A model for HP-UX shared libraries using shared memory on HP Precision Architecture computers - Hewlett-Packard's UNIX-like operating system

Hewlett-Packard Journal, Oct, 1989 by Anastasia M. Martelli

A Model for HP-UX Shared Libraries Using Shared Memory on HP Precision Architecture Computers

CURRENTLY, WHEN AN HP-UX USER PROGRAM includes calls to a library, a copy of the library code is added to the executable file at link time. This means that each executable file that uses a routine has a copy of that routine on disk and in memory when it is running. This type of library technology is called archived libraries (Fig. 1a).

Shared libraries allow multiple processes to share a single copy of library code. This is accomplished by loading shared library code into the system separately from any one program. When a program calls a routine in the shared library, it branches into and out of the shared library at run time (Fig. 1b). Thus an executable file that uses shared libraries does not hold library and initialized data. This results in smaller files and lower disk space requirements. Memory use may be reduced because only one copy of the library routines exists in memory.

After investigation, the HP-UX product team proposed that shared libraries not be supported for Release 2.0. However, the PORT/HP-UX project was receiving strong user feedback to reduce the size of executable program files that use their emulation library. (*1) Therefore, a solution had to be provided. This paper describes a model that was designed and implemented to help meet this customer need. No kernel support was necessary, but minor changes were made to the linker.

Goals of the Implementation

Besides supplying the functionality required by the PORT/HP-UX product, there were two major design goals. The first was to avoid modification of the HP-UX core product, that is, the kernel, compilers, and linker, to support this model of shared libraries. The second was to avoid hard-coding the shared library text and data addresses. Hard-coding the addresses requires the user process to attach shared library code and data at predetermined addresses within their virtual address space, which is a wellknown problem with some other UNIX (*2) implementations of shared libraries.

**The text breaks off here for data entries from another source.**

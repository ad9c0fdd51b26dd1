//! The collapsed CMB trispectrum: the Fisher information on tau_NL from T, E and T+E.
//!
//! **Convention** (Suyama & Yamaguchi 2008): with P_zeta the curvature power spectrum,
//! the collapsed primordial trispectrum is
//! T_zeta(k1, k2, k3, k4) = tau_NL [P_zeta(k1) P_zeta(k3) P_zeta(k12) + 11 perms],
//! so that a single local source zeta = zeta_G + (3/5) f_NL zeta_G^2 gives
//! tau_NL = (6 f_NL / 5)^2, and any set of sources gives tau_NL >= (6 f_NL / 5)^2. For the
//! Bardeen potential Phi = (3/5) zeta this is T_Phi = (25/9) tau_NL [P_Phi P_Phi P_Phi +
//! 11 perms] (single source: 4 f_NL^2).
//!
//! **Modulation picture** (Pearson, Lewis & Regan 2012; Kogo & Komatsu 2006): in the
//! collapsed limit the small-scale potential is modulated by a large-scale field a(x),
//! Phi_s(x) -> Phi_s(x) [1 + a(x)], whose power spectrum is P_a(k) = (25/9) tau_NL
//! P_Phi(k) (single source: a = 2 f_NL Phi_L). At a Gaussian fiducial the modulation
//! changes the covariance of the small-scale a_lm by
//! d<a^X_{l1 m1} a^Y_{l2 m2}> = Sum_{LM} Gaunt(l1 l2 L; m1 m2 M) Integral r^2 dr
//! a_LM(r) f^{XY}_{l1 l2}(r), f^{XY}_{l1 l2}(r) = alpha^X_{l1}(r) beta^Y_{l2}(r) +
//! beta^X_{l1}(r) alpha^Y_{l2}(r), with the radial functions of the bispectrum engine
//! alpha = X^{(0)}, beta = X^{(1)} (p = 0 and p = 1 powers of P_Phi; the same functions
//! give the local bispectrum, 2 f_NL Integral r^2 dr [alpha beta beta + 2 perms]).
//!
//! **Quadratic estimator and its noise** (Hanson & Lewis 2009): on the radial nodes r_i
//! (weights w_i, r^2 included) the optimal quadratic estimator of a_LM(r_i) has inverse
//! noise covariance (per L, M)
//! M_L(i, j) = (1/2) Sum_{l1 l2} [(2l1+1)(2l2+1)/(4 pi)] (l1 l2 L; 0 0 0)^2 w_i w_j
//! Sum_{XY X'Y'} f^{XY}_{l1l2}(r_i) [C^-1_{l1}]_{XX'} [C^-1_{l2}]_{YY'} f^{X'Y'}_{l1l2}(r_j),
//! the unrestricted sum over l1, l2 (C = C_l + N_l, the 2x2 T+E inverse on each leg).
//! For a thin shell this is the scalar 1/N_L of the modulation reconstruction.
//!
//! **Fisher information** (Kogo & Komatsu 2006): the reconstructed field has signal
//! covariance S_L(r_i, r_j) = tau_NL S'_L(i, j), S'_L = (25/9) (2/pi) Integral k^2 dk
//! P_Phi(k) j_L(k r_i) j_L(k r_j); at tau_NL = 0 the information in its power is
//! F(tau_NL) = f_sky Sum_{L=2}^{L_long} (2L+1)/2 Tr[(M_L S'_L)^2].
//! Written out, Tr[(M S')^2] = (1/4) Sum_{l1 l2 l3 l4} G^2_{l1 l2 L} G^2_{l3 l4 L}
//! t^{l1 l2}_{l3 l4}(L)^2 / (C_l1 C_l2 C_l3 C_l4) with t = Integral Integral f_{l1l2}
//! S'_L f_{l3l4}: the trispectrum Fisher sum over the collapsed (diagonal-L) pairing. The
//! other two pairings of the full trispectrum and their cross terms are not included
//! (they carry the same information in their own collapsed limits and are small in
//! ours); L runs from 2 (L = 0 is an overall amplitude, L = 1 a dipole modulation,
//! both left out) to L_long = 30 by default: F_L falls roughly as L^-3 (S'_L ~ 1/L^2,
//! nearly flat noise), so the rest is below 1% (measured in the tests). In a small-l_max
//! direct quadrilateral sum (l_max = 16, every L up to 32) the pairing's share above
//! L = 8 is 4.5% (measured): there the "collapsed" cut is not yet a good approximation,
//! at l_max in the hundreds and above it is.
//!
//! **No cross term with f_NL**: at a Gaussian fiducial the bispectrum (cubic) and the
//! collapsed trispectrum (quartic) statistics are uncorrelated (odd moments of a
//! Gaussian field vanish), so F(f_NL, tau_NL) = 0 on the CMB side.
//!
//! **Fast path.** S'_L varies over the last-scattering shell on the scale chi_*/L, so in
//! the metric of M it is of low rank: per L a pivoted Cholesky factorization of
//! D S'_L D (D_i^2 ~ the diagonal of M, an inexpensive proxy over every l_max of the grid)
//! to a relative tolerance, all L's factors orthonormalized into one basis Q of rank R
//! (pivoted Gram-Schmidt), S'_L ~ D^-1 Q Lambda_L Q^T D^-1. Then
//! Tr[(M S')^2] = Tr[(M~ Lambda)^2] with M~ = U^T M U, U = D^-1 Q, and M~ needs the
//! projections g_{l1 l2}(a) = Sum_i u_a(i) w_i f_{l1l2}(r_i) only for |l1 - l2| <= L_long:
//! a matrix product per l1 over a window of l2. Cumulative in l_max: a pair enters at
//! l_max = max(l1, l2). The brute-force oracle [`brute_force_tau_fisher`] forms the full
//! M_L from the explicit double sum with exact 3j symbols.

// Index loops over (l, L, node) mirror the formulas above.
#![allow(clippy::needless_range_loop)]

use rayon::prelude::*;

Mapping the Shared Library

The design of the shared library began with the decision of where in the process's address space the shared library would reside. A shared library consists of two parts: the text (or code) and the data. Although there is only one copy of the text for all processes that attach to the shared library, each process must have its own private copy of the data. Therefore, the text and data must be handled separately.

Consider the HP-UX use of a process's address space on the HP 9000 Series 800 (Fig. 2). The addres space of process is divided into four areas. The first area is used for the text of the process. When there are multiple instances of the same program running, this text is shared across all instances, but the user process may not write to this area. The second quadrant is used for process private data, heap, and stack. The user process can write to this data area and it can be dynamically expanded to a system-imposed limit. The kernel stack resides in the third area. This is the stack information of the process while it is executing in the kernel and the process is not allowed to write on it. The fourth area is used for things that may need to be accessible to all processes on the system. Besides some miscellaneous kernel information, this area includes shared memory segments created by the user processes. The user can write to this area by creating and attaching a shared memory segment.

At first glance, it may seem that the first area, which contains sharable text, would be a good place to put the shared library text. This is not the case, for two reasons. First, the user cannot place text in this area of the user process space except through the exec system call, which completely overlays what is already there; thus, the shared library text would be there, but the user code would have disappeared. Second, for architectural reasons the area that contains the shared library must be the same for all processes; thus, the user would have to keep track of two areas with the same short address--the one containing user text and the one containing the shared library text. Besides being very complex, this would also degrade performance.

The only other area of the process's address space that a user shares with other processes is the fourth area. The user can set up a shared memory segment and any other process can attach to it as long as the proper key is provided. A shared library can be set up in a shared memory segment with a well-known key.

Unlike text, each process has its own private copy of shared library data. Since a single set of shared library instructions must be able to access data areas attached to multiple processes, some implementations have had to reserve specific portion of a process's virtual address space for shared library data areas, and the data of the shared library must be mapped to the same virtual address in each process that uses it. Additionally, that virtual address must be decided upon when the shared library is built.